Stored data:
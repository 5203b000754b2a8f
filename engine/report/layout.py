"""A4 portrait pages that headings, paragraphs, tables and plots flow down.

Every page is a matplotlib :class:`~matplotlib.figure.Figure` of A4 size; text is
placed as figure text (real, extractable text in the PDF), wrapped with widths measured
from the font itself (:class:`TextMeasure`), so nothing runs into the margin.  Tables
continue on the next page with their heading row repeated; headings stay with the
start of what follows them.  :meth:`PageFlow.finish` writes the footer (plant, title,
"Page i of n") on every page once the number of pages is known.

Positions are inches; ``y`` runs down from the top edge of the page.
"""

from __future__ import annotations

from matplotlib.figure import Figure
from matplotlib.font_manager import FontProperties
from matplotlib.lines import Line2D
from matplotlib.patches import Rectangle
from matplotlib.textpath import TextToPath

from .content import Column

#: A4 portrait, 210 mm × 297 mm (ISO 216), in inches (1 in = 25.4 mm).
PAGE_W_IN, PAGE_H_IN = 210.0 / 25.4, 297.0 / 25.4
MARGIN_LEFT_IN = MARGIN_RIGHT_IN = 0.8
MARGIN_TOP_IN = 0.75
MARGIN_BOTTOM_IN = 0.95
#: Baseline area of the footer, inches from the bottom edge.
FOOTER_Y_IN = 0.5
BODY_PT = 9.0
LEADING = 1.32           # line height / font size
TEXT_COLOUR = "#1A1A1A"
RULE_COLOUR = "#9A9A9A"
HEADER_FILL = "#E6E6E6"
CELL_PAD_IN = 0.045
MAX_CELL_LINES = 24      # a longer cell is cut with an ellipsis so a row fits a page


class TextMeasure:
    """Widths of text in the default font (DejaVu Sans), points, and line wrapping."""

    def __init__(self) -> None:
        self._ttp = TextToPath()
        self._cache: dict[tuple[str, float, bool], float] = {}

    def width_pt(self, text: str, size: float, bold: bool = False) -> float:
        """Advance width of ``text`` at ``size`` points, in points."""
        key = (text, size, bold)
        w = self._cache.get(key)
        if w is None:
            prop = FontProperties(size=size, weight="bold" if bold else "normal")
            w = self._ttp.get_text_width_height_descent(text, prop, ismath=False)[0]
            self._cache[key] = w
        return w

    def wrap(self, text: str, width_pt: float, size: float, bold: bool = False) -> list[str]:
        """``text`` cut into lines no wider than ``width_pt``, at spaces; a word wider
        than a line is cut between characters.  Newlines in ``text`` are kept."""
        limit = width_pt * 0.98  # a little room for rounding in the PDF's glyph widths
        space = self.width_pt(" ", size, bold)
        lines: list[str] = []
        for para in str(text).split("\n"):
            line, line_w = "", 0.0
            for word in para.split():
                w = self.width_pt(word, size, bold)
                while w > limit:  # a single word too wide for any line
                    if line:
                        lines.append(line)
                        line, line_w = "", 0.0
                    cut = len(word) - 1
                    while cut > 1 and self.width_pt(word[:cut], size, bold) > limit:
                        cut -= 1
                    lines.append(word[:cut])
                    word = word[cut:]
                    w = self.width_pt(word, size, bold)
                if line and line_w + space + w > limit:
                    lines.append(line)
                    line, line_w = "", 0.0
                line, line_w = (f"{line} {word}", line_w + space + w) if line else (word, w)
            lines.append(line)
        return lines

    def fit(self, text: str, width_pt: float, size: float, bold: bool = False) -> str:
        """``text`` on one line, cut with an ellipsis when wider than ``width_pt``."""
        if self.width_pt(text, size, bold) <= width_pt:
            return text
        while text and self.width_pt(text + "\u2026", size, bold) > width_pt:
            text = text[:-1]
        return text + "\u2026"


class PageFlow:
    """Pages that content flows down, one A4 Figure per page.

    Parameters
    ----------
    footer : str
        Left part of every page's footer (the plant and the report's title).
    measure : TextMeasure, optional
        Shared text measurer (one per report).
    """

    def __init__(self, footer: str, measure: TextMeasure | None = None) -> None:
        self.footer = footer
        self.measure = measure or TextMeasure()
        self.pages: list[Figure] = []
        self._fig: Figure | None = None
        self.y = MARGIN_TOP_IN

    # -- pages -------------------------------------------------------------------
    @property
    def width_in(self) -> float:
        """Width of the text column, inches."""
        return PAGE_W_IN - MARGIN_LEFT_IN - MARGIN_RIGHT_IN

    @property
    def fig(self) -> Figure:
        if self._fig is None:
            self.new_page()
        return self._fig

    def new_page(self) -> Figure:
        """Start a new page and return it."""
        self._fig = Figure(figsize=(PAGE_W_IN, PAGE_H_IN))
        self.pages.append(self._fig)
        self.y = MARGIN_TOP_IN
        return self._fig

    def room_in(self) -> float:
        """Height left on the current page, inches."""
        return PAGE_H_IN - MARGIN_BOTTOM_IN - self.y

    def at_top(self) -> bool:
        return self._fig is None or self.y <= MARGIN_TOP_IN + 1e-9

    def ensure(self, height_in: float) -> None:
        """Start a new page unless ``height_in`` fits on this one (or this one is empty)."""
        if self._fig is None:
            self.new_page()
        elif height_in > self.room_in() and not self.at_top():
            self.new_page()

    def gap(self, height_in: float) -> None:
        """Vertical space (dropped at the top of a page)."""
        if not self.at_top():
            self.y += height_in

    # -- drawing primitives --------------------------------------------------------
    def _text(self, x_in: float, y_top_in: float, s: str, size: float, *, bold: bool = False,
              italic: bool = False, colour: str = TEXT_COLOUR, ha: str = "left") -> None:
        fig = self.fig
        fig.text(x_in, PAGE_H_IN - y_top_in, s, transform=fig.dpi_scale_trans,
                 fontsize=size, fontweight="bold" if bold else "normal",
                 fontstyle="italic" if italic else "normal", color=colour, ha=ha, va="top",
                 parse_math=False)

    def _rule(self, x0_in: float, x1_in: float, y_top_in: float, *, colour: str = RULE_COLOUR,
              width_pt: float = 0.5) -> None:
        fig = self.fig
        y = PAGE_H_IN - y_top_in
        fig.add_artist(Line2D([x0_in, x1_in], [y, y], transform=fig.dpi_scale_trans,
                              color=colour, linewidth=width_pt))

    def _box(self, x_in: float, y_top_in: float, w_in: float, h_in: float, colour: str,
             edge: str = "none") -> None:
        fig = self.fig
        fig.add_artist(Rectangle((x_in, PAGE_H_IN - y_top_in - h_in), w_in, h_in,
                                 transform=fig.dpi_scale_trans, facecolor=colour,
                                 edgecolor=edge, linewidth=0.4, zorder=0.5))

    # -- content -------------------------------------------------------------------
    def heading(self, text: str, level: int = 1, keep_in: float = 1.0) -> None:
        """A heading, kept on the same page as at least ``keep_in`` inches after it."""
        size = {0: 17.0, 1: 12.5, 2: 9.5}[level]
        before = {0: 0.0, 1: 0.22, 2: 0.12}[level]
        h = size * LEADING / 72.0
        self.ensure(before + h + keep_in)
        self.gap(before)
        self._text(MARGIN_LEFT_IN, self.y, text, size, bold=True)
        self.y += h
        if level <= 1:
            self._rule(MARGIN_LEFT_IN, PAGE_W_IN - MARGIN_RIGHT_IN, self.y - 0.03,
                       colour=TEXT_COLOUR if level == 0 else RULE_COLOUR,
                       width_pt=1.0 if level == 0 else 0.6)
            self.y += 0.08

    def wrapped(self, text: str, size: float = BODY_PT, *, indent_in: float = 0.0,
                bold: bool = False) -> list[str]:
        return self.measure.wrap(text, (self.width_in - indent_in) * 72.0, size, bold)

    def paragraph(self, text: str, size: float = BODY_PT, *, indent_in: float = 0.0,
                  bullet: str | None = None, bold: bool = False, italic: bool = False,
                  colour: str = TEXT_COLOUR, after_in: float = 0.05) -> None:
        """Wrapped text, continuing on the next page when it does not fit."""
        text_indent = indent_in + (0.16 if bullet else 0.0)
        lh = size * LEADING / 72.0
        for i, line in enumerate(self.wrapped(text, size, indent_in=text_indent, bold=bold)):
            self.ensure(lh)
            if bullet and i == 0:
                self._text(MARGIN_LEFT_IN + indent_in, self.y, bullet, size, colour=colour)
            self._text(MARGIN_LEFT_IN + text_indent, self.y, line, size, bold=bold,
                       italic=italic, colour=colour)
            self.y += lh
        self.y += after_in

    def paragraph_height(self, text: str, size: float = BODY_PT, *, indent_in: float = 0.0,
                         after_in: float = 0.05) -> float:
        """Height :meth:`paragraph` would take, inches."""
        return len(self.wrapped(text, size, indent_in=indent_in)) * size * LEADING / 72.0 \
            + after_in

    def labelled(self, label: str, text: str, size: float = BODY_PT,
                 label_in: float = 1.0) -> None:
        """A line "label  text" with the label bold in a column of its own."""
        lh = size * LEADING / 72.0
        lines = self.wrapped(text, size, indent_in=label_in)
        for i, line in enumerate(lines):
            self.ensure(lh)
            if i == 0:
                self._text(MARGIN_LEFT_IN, self.y, label, size, bold=True)
            self._text(MARGIN_LEFT_IN + label_in, self.y, line, size)
            self.y += lh

    def table(self, columns: tuple[Column, ...], rows: list[list[str]], *,
              swatches: list[dict[int, str]] | None = None, size: float = 8.0) -> None:
        """A table whose rows flow onto the next pages, heading row repeated.

        Parameters
        ----------
        columns : tuple of Column
            Headings, width shares (summing to about 1) and alignments.
        rows : list of list of str
            Cell texts, one list per row in column order; long cells wrap.
        swatches : list of {column index: colour}, optional
            Per row, cells that start with a colour square before their text (for
            example the state).
        size : float
            Font size, points.
        """
        total = sum(c.width for c in columns)
        widths = [c.width / total * self.width_in for c in columns]
        lefts = [MARGIN_LEFT_IN + sum(widths[:j]) for j in range(len(columns))]
        lh = size * LEADING / 72.0
        swatch_in = size * 0.95 / 72.0  # a square about the height of a capital

        def cell_lines(text: str, w_in: float, bold: bool) -> list[str]:
            lines = self.measure.wrap(text, (w_in - 2 * CELL_PAD_IN) * 72.0, size, bold)
            if len(lines) > MAX_CELL_LINES:
                lines = lines[:MAX_CELL_LINES - 1] + ["\u2026"]
            return lines or [""]

        def draw(lines_per_cell: list[list[str]], swatch: dict[int, str], bold: bool,
                 row_fill: str | None) -> None:
            h = max(len(c) for c in lines_per_cell) * lh + 2 * CELL_PAD_IN
            if row_fill:
                self._box(MARGIN_LEFT_IN, self.y, self.width_in, h, row_fill)
            for j, lines in enumerate(lines_per_cell):
                shift = 0.0
                if j in swatch:
                    self._box(lefts[j] + CELL_PAD_IN, self.y + CELL_PAD_IN + 0.1 * lh,
                              swatch_in, swatch_in, swatch[j], edge="#444444")
                    shift = swatch_in + 0.05
                align = columns[j].align
                x = {"left": lefts[j] + CELL_PAD_IN + shift,
                     "right": lefts[j] + widths[j] - CELL_PAD_IN,
                     "center": lefts[j] + widths[j] / 2}[align]
                for k, line in enumerate(lines):
                    self._text(x, self.y + CELL_PAD_IN + k * lh, line, size, bold=bold,
                               ha=align)
            self.y += h
            self._rule(MARGIN_LEFT_IN, PAGE_W_IN - MARGIN_RIGHT_IN, self.y,
                       colour=TEXT_COLOUR if bold else RULE_COLOUR,
                       width_pt=0.8 if bold else 0.4)

        def row_lines(i: int, row: list[str]) -> list[list[str]]:
            marked = swatches[i] if swatches else {}
            return [cell_lines(str(t), w - (swatch_in + 0.05 if j in marked else 0.0), False)
                    for j, (t, w) in enumerate(zip(row, widths))]

        head = [cell_lines(c.title, w, True) for c, w in zip(columns, widths)]
        head_h = max(len(c) for c in head) * lh + 2 * CELL_PAD_IN
        body = [row_lines(i, row) for i, row in enumerate(rows)]
        heights = [max(len(c) for c in cells) * lh + 2 * CELL_PAD_IN for cells in body]
        self.ensure(head_h + (heights[0] if heights else 0.0))
        draw(head, {}, True, HEADER_FILL)
        for i, cells in enumerate(body):
            if heights[i] > self.room_in():
                self.new_page()
                draw(head, {}, True, HEADER_FILL)
            draw(cells, (swatches[i] if swatches else {}), False, None)
        self.y += 0.08

    def block(self, height_in: float) -> tuple[Figure, tuple[float, float, float, float]]:
        """Reserve the full text width for ``height_in`` inches (for a plot).

        Returns
        -------
        fig : Figure
            The page the block is on.
        rect_in : (left, bottom, width, height)
            The block, inches from the page's lower-left corner.
        """
        self.ensure(height_in)
        rect = (MARGIN_LEFT_IN, PAGE_H_IN - self.y - height_in, self.width_in, height_in)
        self.y += height_in
        return self.fig, rect

    def finish(self) -> list[Figure]:
        """Write the footer on every page and return the pages."""
        n = len(self.pages)
        right = PAGE_W_IN - MARGIN_RIGHT_IN
        for i, fig in enumerate(self.pages, start=1):
            self._fig = fig
            top = PAGE_H_IN - FOOTER_Y_IN - 0.12
            self._rule(MARGIN_LEFT_IN, right, top, width_pt=0.5)
            page = f"Page {i} of {n}"
            room = (self.width_in - 1.0) * 72.0
            self._text(MARGIN_LEFT_IN, top + 0.06, self.measure.fit(self.footer, room, 7.5),
                       7.5, colour="#444444")
            self._text(right, top + 0.06, page, 7.5, colour="#444444", ha="right")
        return self.pages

REQUIREMENT: Return, exactly as they stand, the lines from the start of the records above through the line with "continue on the", both ends included, and no other lines.

WRITTEN SOLUTION:
repository 5203b000754b2a8f
filename engine/report/layout.py
"""A4 portrait pages that headings, paragraphs, tables and plots flow down.

Every page is a matplotlib :class:`~matplotlib.figure.Figure` of A4 size; text is
placed as figure text (real, extractable text in the PDF), wrapped with widths measured
from the font itself (:class:`TextMeasure`), so nothing runs into the margin.  Tables
continue on the next page with their heading row repeated; headings stay with the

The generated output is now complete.